# Bell Super Dh creeks- TLD Stage?



## wideawakejake (Jan 18, 2015)

Just got a Bell Super DH on sale. Helmet is very comfortable, even more than my Super 3R's. However, it creaks really bad. Can't ride with it. All the creaking comes comes from the jaw piece. Seller will take it back for an exchange, or $60 off one of the 2019 models, or give me $60 off a TLD Stage. I am just wondering if I wear a medium in the Bell, and its nice and comfy, how does the Stage fit and is it a comfy, quiet helmet? I know it does not have the nice fit adjuster the Bells have.

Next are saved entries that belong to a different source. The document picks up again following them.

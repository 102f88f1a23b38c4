/** Building and tree-stand import: formats, height rules, and hostile files. */
import { zipSync } from "fflate";
import proj4 from "proj4";
import { describe, expect, it } from "vitest";
import {
  DEFAULT_BUILDING_HEIGHT_M,
  DEFAULT_CANOPY_HEIGHT_M,
  DEFAULT_METRES_PER_LEVEL,
  FOOT_M,
} from "../../src/coverage/constants.ts";
import type { GridFrame } from "../../src/coverage/grid.ts";
import { burnObstructions, flatGround } from "../../src/coverage/surfaces.ts";
import { parseBuildings, parseLengthM, type ToGrid } from "../../src/io/buildings.ts";
import { ImportError } from "../../src/io/importErrors.ts";

const UTM33 = "+proj=utm +zone=33 +datum=WGS84 +units=m +no_defs";
const toUtm = proj4("EPSG:4326", UTM33);
const toGrid: ToGrid = (lon, lat) => {
  const p = toUtm.forward([lon, lat]);
  return [p[0], p[1]];
};
// The site: 1 km × 1 km of 5 m cells around 15.0° E, 47.0° N (UTM 33N x = 500 000 m on the central meridian).
const [cx, cy] = toGrid(15, 47);
const frame: GridFrame = {
  width: 200,
  height: 200,
  originX: Math.round(cx) - 500,
  originY: Math.round(cy) + 500,
  cellSizeM: 5,
  crs: UTM33,
};

/** A square footprint of about `sizeM` metres centred `dxM`, `dyM` from the site centre, as lon/lat. */
function square(dxM: number, dyM: number, sizeM = 40): number[][] {
  const inv = proj4(UTM33, "EPSG:4326");
  const h = sizeM / 2;
  const corners = [
    [-h, -h],
    [h, -h],
    [h, h],
    [-h, h],
    [-h, -h],
  ];
  return corners.map(([x, y]) => inv.forward([cx + dxM + x, cy + dyM + y]));
}

function fc(features: unknown[]): string {
  return JSON.stringify({ type: "FeatureCollection", features });
}

function polygonFeature(properties: Record<string, unknown>, ring = square(0, 0), id?: string) {
  return { type: "Feature", id, properties, geometry: { type: "Polygon", coordinates: [ring] } };
}

function importError(f: () => unknown): ImportError {
  try {
    f();
  } catch (e) {
    expect(e).toBeInstanceOf(ImportError);
    expect((e as Error).name).toBe("ImportError");
    return e as ImportError;
  }
  throw new Error("expected an ImportError");
}

describe("parseLengthM", () => {
  it("[BL1] OSM-style lengths: metres by default, units, feet and inches, decimal commas, several values", () => {
    const ok = (v: unknown) => {
      const p = parseLengthM(v);
      if (!p.ok) throw new Error(p.reason);
      return p.m;
    };
    expect(ok("12")).toBe(12);
    expect(ok(7.5)).toBe(7.5);
    expect(ok("12.5 m")).toBe(12.5);
    expect(ok("12m")).toBe(12);
    expect(ok("12,5")).toBe(12.5);
    expect(ok("40 ft")).toBeCloseTo(40 * FOOT_M, 9);
    // 12 ft 6 in = 12.5 ft = 3.81 m exactly (1 ft = 0.3048 m).
    expect(ok("12'6\"")).toBeCloseTo(3.81, 9);
    expect(ok("12;15")).toBe(15);
    for (const bad of ["tall", "", "-3", "5000", "12 furlongs", null, true, {}]) {
      const p = parseLengthM(bad);
      expect(p.ok).toBe(false);
    }
  });
});

describe("parseBuildings: GeoJSON", () => {
  it("[BL2] height from `height`, else levels × metres per level (roof levels included), else the default; source kept", () => {
    const text = fc([
      polygonFeature({ height: "21.5 m" }, square(-200, 0), "a"),
      polygonFeature({ "building:levels": "4", "roof:levels": 1 }, square(0, 0), "b"),
      polygonFeature({ building: "yes" }, square(200, 0), "c"),
    ]);
    const { buildings, warnings } = parseBuildings(text, "site.geojson", toGrid, { frame });
    expect(buildings.map((b) => [b.id, b.heightM, b.heightSource])).toEqual([
      ["a", 21.5, "height"],
      ["b", 5 * DEFAULT_METRES_PER_LEVEL, "levels"],
      ["c", DEFAULT_BUILDING_HEIGHT_M, "default"],
    ]);
    expect(warnings).toEqual([]);
    // Rings are in the site frame's metres: the first vertex is toGrid of the first position.
    const [x, y] = toGrid(square(-200, 0)[0][0], square(-200, 0)[0][1]);
    expect(buildings[0].rings[0][0]).toBeCloseTo(x, 6);
    expect(buildings[0].rings[0][1]).toBeCloseTo(y, 6);
  });

  it("[BL3] min_height is kept as the underside; one not below the top is dropped with a note", () => {
    const text = fc([
      polygonFeature({ height: 9, min_height: 6 }, square(0, 0), "bridge"),
      polygonFeature({ height: 9, min_height: 12 }, square(100, 0), "odd"),
      polygonFeature({ "building:levels": 3, "building:min_level": 1 }, square(-100, 0), "overhang"),
    ]);
    const { buildings, warnings } = parseBuildings(text, "b.geojson", toGrid);
    expect(buildings[0].minHeightM).toBe(6);
    expect(buildings[1].minHeightM).toBe(0);
    expect(buildings[2].minHeightM).toBe(DEFAULT_METRES_PER_LEVEL);
    expect(warnings.some((w) => w.includes("features[1]") && w.includes("min_height"))).toBe(true);
  });

  it("[BL4] a non-numeric height falls back and the note names the feature and the field", () => {
    const text = fc([
      polygonFeature({ height: "tall", "building:levels": 2 }),
      polygonFeature({ height: "-4" }, square(100, 0)),
    ]);
    const { buildings, warnings } = parseBuildings(text, "h.geojson", toGrid);
    expect(buildings[0]).toMatchObject({ heightM: 2 * DEFAULT_METRES_PER_LEVEL, heightSource: "levels" });
    expect(buildings[1]).toMatchObject({ heightM: DEFAULT_BUILDING_HEIGHT_M, heightSource: "default" });
    // The note says what is used instead; a feature without an id is named by its path once.
    expect(warnings[0]).toMatch(
      new RegExp(
        `^h\\.geojson: features\\[0\\]\\.properties\\.height: "tall" is not a length.*; ${2 * DEFAULT_METRES_PER_LEVEL} m from building:levels used\\.$`,
      ),
    );
    expect(warnings[1]).toMatch(
      new RegExp(
        `features\\[1\\]\\.properties\\.height: .*negative.*; the default ${DEFAULT_BUILDING_HEIGHT_M} m used\\.$`,
      ),
    );
  });

  it("[BL5] empty features are skipped with a note; a file whose features are all unusable is refused", () => {
    const text = fc([
      { type: "Feature", properties: { height: 5 }, geometry: null },
      { type: "Feature", properties: {}, geometry: { type: "Polygon", coordinates: [] } },
      { type: "Feature", properties: {}, geometry: { type: "Polygon", coordinates: [[[15, 47]]] } },
      polygonFeature({ height: 10 }),
    ]);
    const { buildings, warnings } = parseBuildings(text, "e.geojson", toGrid);
    expect(buildings).toHaveLength(1);
    expect(warnings.filter((w) => /features\[[012]\]/.test(w))).toHaveLength(3);
    // No features at all (a plan without buildings): empty lists, no error.
    expect(parseBuildings(fc([]), "none.geojson", toGrid)).toEqual({
      buildings: [],
      treeStands: [],
      warnings: [],
    });
    const allEmpty = importError(() =>
      parseBuildings(fc([{ type: "Feature", properties: {}, geometry: null }]), "n.json", toGrid),
    );
    expect(allEmpty.message).toMatch(
      /^n\.json: no usable building or tree polygon among 1 features \(1 empty or invalid/,
    );
    const pointsOnly = JSON.stringify({
      type: "Feature",
      properties: {},
      geometry: { type: "Point", coordinates: [15, 47] },
    });
    expect(importError(() => parseBuildings(pointsOnly, "p.json", toGrid)).message).toMatch(
      /1 points, lines or untagged polygons ignored/,
    );
  });

  it("[BL6] coordinates in (lat, lon) order are recognised and refused with a message that says so", () => {
    const swapped = square(0, 0).map(([lon, lat]) => [lat, lon]);
    const e = importError(() =>
      parseBuildings(fc([polygonFeature({ height: 10 }, swapped)]), "swapped.geojson", toGrid, { frame }),
    );
    expect(e.message).toMatch(/^swapped\.geojson: .*\(latitude, longitude\) order/);
    expect(e.field).toBe("features[0].geometry.coordinates");
    // Far east (lon > 90°): read in the wrong order the "latitude" is impossible, and the message says why.
    const east = [
      [31.2, 121.5],
      [31.2, 121.6],
      [31.3, 121.6],
      [31.2, 121.5],
    ];
    const e2 = importError(() => parseBuildings(fc([polygonFeature({}, east)]), "east.geojson", toGrid));
    expect(e2.message).toMatch(
      /latitude beyond ±90°: the coordinates appear to be in \(latitude, longitude\) order/,
    );
  });

  it("[BL7] footprints far from the site: all → refused with the distance; some → dropped with a note", () => {
    // 11 km north of the site centre: 11 000 − 500 (half the site) − 20 (half the footprint) = 10 480 m from the grid.
    const far = square(0, 11_000);
    const e = importError(() =>
      parseBuildings(fc([polygonFeature({}, far)]), "far.geojson", toGrid, { frame }),
    );
    expect(e.message).toMatch(
      /none of the 1 footprints lies near the site grid \(the nearest is 10\.5 km from it\)/,
    );
    const { buildings, warnings } = parseBuildings(
      fc([polygonFeature({}, far), polygonFeature({})]),
      "mixed.geojson",
      toGrid,
      { frame },
    );
    expect(buildings).toHaveLength(1);
    expect(warnings.join(" ")).toMatch(/1 of 2 footprints lie far outside the site grid and were dropped/);
  });

  it("[BL8] projected coordinates or a non-WGS 84 `crs` member are refused (GeoJSON is lon/lat)", () => {
    const projected = [
      [500000, 5200000],
      [500040, 5200000],
      [500040, 5200040],
      [500000, 5200000],
    ];
    const e = importError(() => parseBuildings(fc([polygonFeature({}, projected)]), "utm.geojson", toGrid));
    expect(e.message).toMatch(/is not longitude\/latitude in degrees/);
    const withCrs = JSON.stringify({
      type: "FeatureCollection",
      crs: { type: "name", properties: { name: "urn:ogc:def:crs:EPSG::32633" } },
      features: [polygonFeature({})],
    });
    expect(importError(() => parseBuildings(withCrs, "crs.geojson", toGrid)).field).toBe("crs");
  });

  it("[BL9] tree stands: canopy height from the file, else the default; they burn with the buildings", () => {
    const text = fc([
      polygonFeature({ natural: "wood", height: "18 m" }, square(-100, 0, 60), "w1"),
      polygonFeature({ landuse: "forest" }, square(100, 0, 60), "w2"),
      polygonFeature({ canopyHeightM: 11 }, square(0, 150, 60), "w3"),
      polygonFeature({ height: 30 }, square(0, 0, 20), "tower"),
    ]);
    const { buildings, treeStands } = parseBuildings(text, "t.geojson", toGrid, { frame });
    expect(treeStands.map((t) => [t.id, t.canopyHeightM, t.heightSource])).toEqual([
      ["w1", 18, "height"],
      ["w2", DEFAULT_CANOPY_HEIGHT_M, "default"],
      ["w3", 11, "height"],
    ]);
    const { obstructionTopAglM } = burnObstructions(flatGround(frame, 400), buildings, treeStands);
    const at = (dx: number, dy: number) => {
      const col = Math.floor((cx + dx - frame.originX) / frame.cellSizeM);
      const row = Math.floor((frame.originY - (cy + dy)) / frame.cellSizeM);
      return obstructionTopAglM[row * frame.width + col];
    };
    expect(at(0, 0)).toBe(30);
    expect(at(-100, 0)).toBe(18);
    expect(at(100, 0)).toBe(DEFAULT_CANOPY_HEIGHT_M);
    expect(at(0, -300)).toBe(0);
  });

  it("[BL2] tags nested under `tags` (OSM converters without flat properties) are read as properties", () => {
    const text = fc([
      polygonFeature({ type: "way", id: 7, tags: { building: "yes", "building:levels": "2" } }),
    ]);
    const { buildings } = parseBuildings(text, "nested.geojson", toGrid);
    expect(buildings[0]).toMatchObject({ heightM: 2 * DEFAULT_METRES_PER_LEVEL, heightSource: "levels" });
  });

  it("[BL10] a MultiPolygon with a courtyard keeps all parts and its hole", () => {
    const outer = square(0, 0, 100);
    const hole = square(0, 0, 40).reverse();
    const wing = square(200, 0, 30);
    const text = fc([
      {
        type: "Feature",
        properties: { height: 15 },
        geometry: { type: "MultiPolygon", coordinates: [[outer, hole], [wing]] },
      },
    ]);
    const { buildings } = parseBuildings(text, "m.geojson", toGrid, { frame });
    expect(buildings).toHaveLength(1);
    expect(buildings[0].rings).toHaveLength(3);
    const { obstructionTopAglM } = burnObstructions(flatGround(frame, 0), buildings, []);
    const at = (dx: number, dy: number) =>
      obstructionTopAglM[
        Math.floor((frame.originY - (cy + dy)) / frame.cellSizeM) * frame.width +
          Math.floor((cx + dx - frame.originX) / frame.cellSizeM)
      ];
    expect(at(0, 0)).toBe(0); // courtyard
    expect(at(35, 0)).toBe(15); // block
    expect(at(200, 0)).toBe(15); // wing
  });

  it("[BL5] a footprint whose outline crosses itself is skipped with a note naming it (a run would refuse it)", () => {
    const [a, b, c, d] = square(0, 0);
    const bowTie = [a, c, b, d, a];
    const text = fc([
      polygonFeature({ height: 10 }, bowTie, "way/7"),
      polygonFeature({ height: 12 }, square(100, 0)),
    ]);
    const { buildings, warnings } = parseBuildings(text, "bow.geojson", toGrid);
    expect(buildings.map((x) => x.heightM)).toEqual([12]);
    expect(warnings[0]).toMatch(
      /^bow\.geojson: features\[0\] \(way\/7\)\.geometry\.coordinates\[0\]: the ring crosses itself near lon [\d.]+, lat [\d.]+; skipped\.$/,
    );
    expect(warnings[1]).toBe("bow.geojson: 1 feature with empty or invalid geometry was skipped.");
    const only = importError(() => parseBuildings(fc([polygonFeature({}, bowTie)]), "b.geojson", toGrid));
    expect(only.message).toMatch(/^b\.geojson: no usable building or tree polygon among 1 features/);
  });

  it("[BL11] unreadable files are refused with the file named", () => {
    expect(importError(() => parseBuildings("hello", "x.txt", toGrid)).message).toMatch(
      /^x\.txt: not GeoJSON, KML, KMZ or an OSM export/,
    );
    expect(importError(() => parseBuildings("<kml><Placemark></kml>", "bad.kml", toGrid)).message).toMatch(
      /^bad\.kml: not well-formed XML/,
    );
    expect(importError(() => parseBuildings("<gpx></gpx>", "t.gpx", toGrid)).message).toMatch(
      /neither <kml> nor <osm>/,
    );
    expect(importError(() => parseBuildings('{"type":"Topology"}', "t.json", toGrid)).field).toBe("type");
    // Binary bytes are described, not quoted; a .kmz that is no zip says so.
    const noise = new Uint8Array(4096).map((_, i) => (i * 97 + 13) % 256);
    expect(importError(() => parseBuildings(noise, "r.geojson", toGrid)).message).toBe(
      "r.geojson: not GeoJSON, KML, KMZ or an OSM export (the file holds binary data)",
    );
    expect(
      importError(() => parseBuildings(new TextEncoder().encode("plain words"), "f.kmz", toGrid)).message,
    ).toBe("f.kmz: not a zip archive: a .kmz file is a zip archive holding a .kml file");
    const broken = new Uint8Array([0x50, 0x4b, 0x03, 0x04, 1, 2, 3]);
    expect(importError(() => parseBuildings(broken, "b.kmz", toGrid)).message).toMatch(
      /^b\.kmz: damaged KMZ/,
    );
  });
});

I have no way of trying a Stage on, and I need to make a decision quick so I can get either one delivered before my bike trip to GA next week.


----------



## retrofred (Jan 19, 2004)

Well just bought a Stage and love it. Very comfortable and super adjustable with all the included padding to customize the fit. I typically wear a large to XL TLD helmet, but went with the M/L and put the 15mm pad kit in it and feels great. Did my first ride with it this morning, and it feels like ventilated better the TLD A2 that I typically wear on trail rides. I originally bought the 3R and exchanged it for the TLD. The 3R just didn't fit right and the guy at the shop actually let me switch out the padding until I decided that the was just right.

Bottom line, you won't be disappointed with Stage helmet and I say for the M/L.









Sent from my SM-N975U using Tapatalk


----------



## Taroroot (Nov 6, 2013)

I also just got the Stage and like it. It's very comfy, I was using a Super 3R. Also got the M/L size. Unfortunately its hard to say if it you will find it comfy or not as everyone is shaped a little different.


----------



## wideawakejake (Jan 18, 2015)

Ok great thanks for the replies, I appreciate it. I am going to have to think about it. lol I am that one guy that everything fits different and in between size. I hate not being able to try stuff on first. rrrrrrr may lean towards another super dh, as I know how it will fit.


----------



## RichardWad (Sep 24, 2019)

I wear the Bell Super DH in medium and the TLD Stage in medium.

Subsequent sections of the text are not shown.